Assignment — Starting with the first line and ending with the one that holds "off almost exactly", retype the entries exactly.
[Task inputs Boundary: Start]
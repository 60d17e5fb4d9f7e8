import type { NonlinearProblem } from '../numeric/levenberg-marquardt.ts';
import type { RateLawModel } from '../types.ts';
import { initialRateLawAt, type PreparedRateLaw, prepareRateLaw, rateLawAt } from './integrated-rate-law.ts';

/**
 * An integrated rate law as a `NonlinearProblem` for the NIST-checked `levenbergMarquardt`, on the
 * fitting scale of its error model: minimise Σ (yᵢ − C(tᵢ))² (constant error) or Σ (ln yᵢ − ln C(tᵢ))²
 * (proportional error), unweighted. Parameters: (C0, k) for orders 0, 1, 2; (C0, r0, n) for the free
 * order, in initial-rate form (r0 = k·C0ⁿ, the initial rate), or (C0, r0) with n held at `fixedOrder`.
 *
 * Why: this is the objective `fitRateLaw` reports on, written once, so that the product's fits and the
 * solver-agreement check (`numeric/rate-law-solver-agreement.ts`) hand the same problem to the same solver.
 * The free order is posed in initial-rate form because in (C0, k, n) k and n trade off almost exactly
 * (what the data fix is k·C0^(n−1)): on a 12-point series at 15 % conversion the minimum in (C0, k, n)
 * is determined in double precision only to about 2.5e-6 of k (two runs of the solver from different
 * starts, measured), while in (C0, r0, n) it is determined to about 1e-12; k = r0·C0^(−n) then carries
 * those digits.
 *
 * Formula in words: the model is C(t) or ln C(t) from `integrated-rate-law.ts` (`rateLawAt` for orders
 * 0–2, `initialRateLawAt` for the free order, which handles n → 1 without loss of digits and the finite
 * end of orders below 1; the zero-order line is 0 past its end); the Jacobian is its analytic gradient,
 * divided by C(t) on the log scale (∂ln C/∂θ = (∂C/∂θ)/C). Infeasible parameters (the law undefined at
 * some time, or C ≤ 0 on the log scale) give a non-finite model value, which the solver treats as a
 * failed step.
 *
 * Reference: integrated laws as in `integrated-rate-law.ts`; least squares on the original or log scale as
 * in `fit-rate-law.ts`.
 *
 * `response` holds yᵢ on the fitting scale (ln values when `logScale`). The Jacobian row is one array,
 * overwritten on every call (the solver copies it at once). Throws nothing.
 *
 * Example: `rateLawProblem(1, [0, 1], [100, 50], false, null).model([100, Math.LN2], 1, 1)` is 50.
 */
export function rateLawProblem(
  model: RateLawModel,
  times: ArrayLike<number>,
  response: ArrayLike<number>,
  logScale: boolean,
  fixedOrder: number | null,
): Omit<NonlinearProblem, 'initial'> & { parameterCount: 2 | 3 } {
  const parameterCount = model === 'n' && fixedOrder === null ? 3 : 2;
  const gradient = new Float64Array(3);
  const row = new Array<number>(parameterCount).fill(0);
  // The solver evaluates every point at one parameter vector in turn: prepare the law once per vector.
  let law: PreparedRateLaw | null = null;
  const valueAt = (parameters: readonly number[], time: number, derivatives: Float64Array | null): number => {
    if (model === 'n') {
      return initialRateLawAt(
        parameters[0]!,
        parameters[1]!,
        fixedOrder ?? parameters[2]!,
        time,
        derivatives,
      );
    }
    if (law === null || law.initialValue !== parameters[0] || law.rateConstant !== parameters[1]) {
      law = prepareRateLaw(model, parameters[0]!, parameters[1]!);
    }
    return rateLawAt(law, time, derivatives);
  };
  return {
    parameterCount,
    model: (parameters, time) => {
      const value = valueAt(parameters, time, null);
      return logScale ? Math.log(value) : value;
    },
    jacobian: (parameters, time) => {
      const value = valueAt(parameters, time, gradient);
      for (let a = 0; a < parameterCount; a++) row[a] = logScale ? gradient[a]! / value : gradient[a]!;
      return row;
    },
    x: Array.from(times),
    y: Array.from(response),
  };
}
[Task inputs Boundary: End]
Written answer —
repository 60d17e5fb4d9f7e8
import type { NonlinearProblem } from '../numeric/levenberg-marquardt.ts';
import type { RateLawModel } from '../types.ts';
import { initialRateLawAt, type PreparedRateLaw, prepareRateLaw, rateLawAt } from './integrated-rate-law.ts';

/**
 * An integrated rate law as a `NonlinearProblem` for the NIST-checked `levenbergMarquardt`, on the
 * fitting scale of its error model: minimise Σ (yᵢ − C(tᵢ))² (constant error) or Σ (ln yᵢ − ln C(tᵢ))²
 * (proportional error), unweighted. Parameters: (C0, k) for orders 0, 1, 2; (C0, r0, n) for the free
 * order, in initial-rate form (r0 = k·C0ⁿ, the initial rate), or (C0, r0) with n held at `fixedOrder`.
 *
 * Why: this is the objective `fitRateLaw` reports on, written once, so that the product's fits and the
 * solver-agreement check (`numeric/rate-law-solver-agreement.ts`) hand the same problem to the same solver.
 * The free order is posed in initial-rate form because in (C0, k, n) k and n trade off almost exactly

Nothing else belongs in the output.